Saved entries
----

/**
 * An anonymised teaching copy keeps what the analysis reads and nothing that names the patient or the reviewers.
 * SQLite in memory; the test is the INVENTED heart-failure demo case (tests/fixtures/cases) with INVENTED identifiers
 * added (file name, details lines, conduct notes, a reviewer's name) so that their absence can be checked.
 */
import { afterEach, beforeEach, describe, expect, it } from "vitest";
import { analyse, type TestRecord } from "../../lib/analysis";
import { caseRecord } from "../fixtures/caseRecord";
import { closeDb, getDb } from "../../lib/store/db";
import { ANONYMISED_REVIEWER, makeAnonymisedCopy } from "../../lib/store/anonymisedCopy";
import { getOrCreateDraft, listReports } from "../../lib/store/reports";
import { getTest, latestSettings, listAudit, saveAnalysisVersion, saveTest, saveUpload } from "../../lib/store/tests";

// INVENTED identifiers: each must be absent from everything stored for the copy
const FILE_NAME = "Doe_Jane_MRN0042137_2026-11-30.csv";
const DETAILS = "Name: Jane Doe (invented)";
const NOTE = "Stopped at Dr Inventa's request (invented)";
const REVIEWER = "Dr Revi Ewer (invented)";
const STUDY_NO = "HF-2026-0815";
const OVERRIDE_REASON = "Agreed with Dr Inventa at the case meeting (invented)";

async function original(): Promise<{ id: number; record: TestRecord }> {
  const base = await caseRecord("heart-failure");
  const upload = saveUpload(FILE_NAME, new TextEncoder().encode(`${DETAILS}\ntime_s,vo2_ml_min\n0,300\n`));
  const record: TestRecord = {
    ...base,
    upload: { fileName: FILE_NAME, sha256: upload.sha256, sizeBytes: 40 },
    conduct: { ...base.conduct, reasonForStopping: NOTE, notes: NOTE, peakBorg: 17 },
    importIssues: [
      ...base.importIssues,
      { severity: "info", code: "metadata-found", message: "1 line(s) above the header were read as record details, not data." },
      // the selection that picked this patient's rows out of a file of several (INVENTED study number)
      { severity: "info", code: "record-selected", message: `412 rows of the test where ID = ${STUDY_NO} were kept.` },
    ],
  };
  const id = saveTest({ uploadId: upload.id, label: `Jane Doe ${FILE_NAME}`, record, columns: [], issues: record.importIssues });
  const vt1 = analyse(record).thresholds.vt1;
  saveAnalysisVersion(
    id,
    {
      overrides: [{ which: "vt1", timeS: vt1.timeS! + 30, reason: OVERRIDE_REASON, by: REVIEWER, atIso: "2026-11-30T10:00:00Z" }],
    },
    "0.0.0-test",
    REVIEWER,
  );
  getOrCreateDraft(id, latestSettings(id)!.id, [{ id: "conclusion", title: "Conclusion", paragraphs: [`Seen by ${REVIEWER}`] }]);
  return { id, record };
}

/** Every stored text of a test: its row, its analysis versions, record snapshots and reports. */
function storedText(testId: number): string {
  const db = getDb();
  const rows = [
    db.prepare("select label, record_json, import_json, upload_id from tests where id = ?").all(testId),
    db.prepare("select * from analyses where test_id = ?").all(testId),
    db
      .prepare("select s.record_json from record_snapshots s join analyses a on a.record_sha256 = s.sha256 where a.test_id = ?")
      .all(testId),
    db.prepare("select * from reports where test_id = ?").all(testId),
  ];
  return JSON.stringify(rows);
}

describe("makeAnonymisedCopy", () => {
  beforeEach(() => {
    process.env.CPET_DB = ":memory:";
    closeDb();
  });
  afterEach(() => closeDb());

  it("keeps the breaths, measurements and settings (same numbers) and nothing that names anyone", async () => {
    const { id } = await original();
    const res = makeAnonymisedCopy(id, { label: "Teaching case 1", keepFreeText: false, actor: "teacher" });
    expect(res.ok).toBe(true);
    const copyId = res.ok ? res.id : 0;
    const copy = getTest(copyId)!;
    const orig = getTest(id)!;
    expect([copy.uploadId, copy.fileName, copy.record!.upload]).toEqual([null, null, undefined]);
    const text = storedText(copyId);
    // the scan reads the copy's row, its settings (with the neutral reviewer) and its pinned record
    expect(text).toContain("Teaching case 1");
    expect(text).toContain(ANONYMISED_REVIEWER);
    expect(
      getDb()
        .prepare("select count(*) as n from record_snapshots s join analyses a on a.record_sha256 = s.sha256 where a.test_id = ?")
        .get(copyId),
    ).toEqual({ n: 1 });
    for (const identifier of [FILE_NAME, "Jane Doe", "MRN0042137", STUDY_NO, NOTE, REVIEWER, OVERRIDE_REASON, "2026-11-30"])
      expect([identifier, text.includes(identifier)]).toEqual([identifier, false]);
    // what the analysis reads is kept: measurements, spirometry, numbers of the conduct
    expect(copy.record!.patient).toEqual(orig.record!.patient);
    expect(copy.record!.spirometry).toEqual(orig.record!.spirometry);
    expect(copy.record!.table).toEqual(orig.record!.table);
    expect(copy.record!.conduct?.peakBorg).toBe(17);
    expect(copy.record!.importIssues.map((i) => i.code)).not.toContain("metadata-found");
    // the same settings, with the override credited to no one: the same numbers, the reviewer's VT1 included
    const settings = latestSettings(copyId)!.settings;
    expect(settings.overrides![0].by).toBe(ANONYMISED_REVIEWER);
    const a = analyse(orig.record!, latestSettings(id)!.settings);
    const b = analyse(copy.record!, settings);
    expect(b.thresholds.vt1.timeS).toBe(a.thresholds.vt1.timeS);
    expect(b.thresholds.vt1.vo2MlMin.value).toBe(a.thresholds.vt1.vo2MlMin.value);
    expect(b.indices.peaks.vo2MlKgMin.value).toBe(a.indices.peaks.vo2MlKgMin.value);
    expect(b.comparisons.map((c) => c.percentPredicted)).toEqual(a.comparisons.map((c) => c.percentPredicted));
    // no report came with it; the original is untouched and says a copy was made
    expect(listReports(copyId)).toEqual([]);
    expect(listReports(id)).toHaveLength(1);
    expect(getTest(id)!.record).toEqual(orig.record);
    expect(listAudit(id)[0]).toMatchObject({ action: "anonymised-copy-made" });
    expect(listAudit(id)[0].detail).toContain(`as test ${copyId}`);
    expect(listAudit(copyId).map((x) => x.action)).toContain("anonymised-copy-created");
    expect(JSON.stringify(listAudit(copyId))).not.toContain(String(`test ${id} `));
  });

  it("keeps the free text only when asked to", async () => {
    const { id } = await original();
    const res = makeAnonymisedCopy(id, { label: "Teaching case 2", keepFreeText: true, actor: "teacher" });
    const copyId = res.ok ? res.id : 0;
    expect(getTest(copyId)!.record!.conduct?.reasonForStopping).toBe(NOTE);
    const override = latestSettings(copyId)!.settings.overrides![0];
    expect([override.by, override.reason, override.atIso]).toEqual([ANONYMISED_REVIEWER, OVERRIDE_REASON, undefined]);
    expect(storedText(copyId)).not.toContain(FILE_NAME);
  });

  it("refuses a missing or refused test, writing nothing", () => {
    const refused = saveTest({ uploadId: null, label: "Refused (invented)", record: null, columns: [], issues: [] });
    const before = getDb().prepare("select count(*) as n from tests").get() as { n: number };
    expect(makeAnonymisedCopy(refused, { label: "x", keepFreeText: false, actor: "t" })).toEqual({
      ok: false,
      reason: "A refused upload has no record to copy; make the file usable first.",
    });
    expect(makeAnonymisedCopy(9999, { label: "x", keepFreeText: false, actor: "t" }).ok).toBe(false);
    expect(getDb().prepare("select count(*) as n from tests").get()).toEqual(before);
  });
});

----

_Required action:_ Check each line of the entries above for the string "failure", and return those that contain it.

_Solution to this exercise:_
 * SQLite in memory; the test is the INVENTED heart-failure demo case (tests/fixtures/cases) with INVENTED identifiers
  const base = await caseRecord("heart-failure");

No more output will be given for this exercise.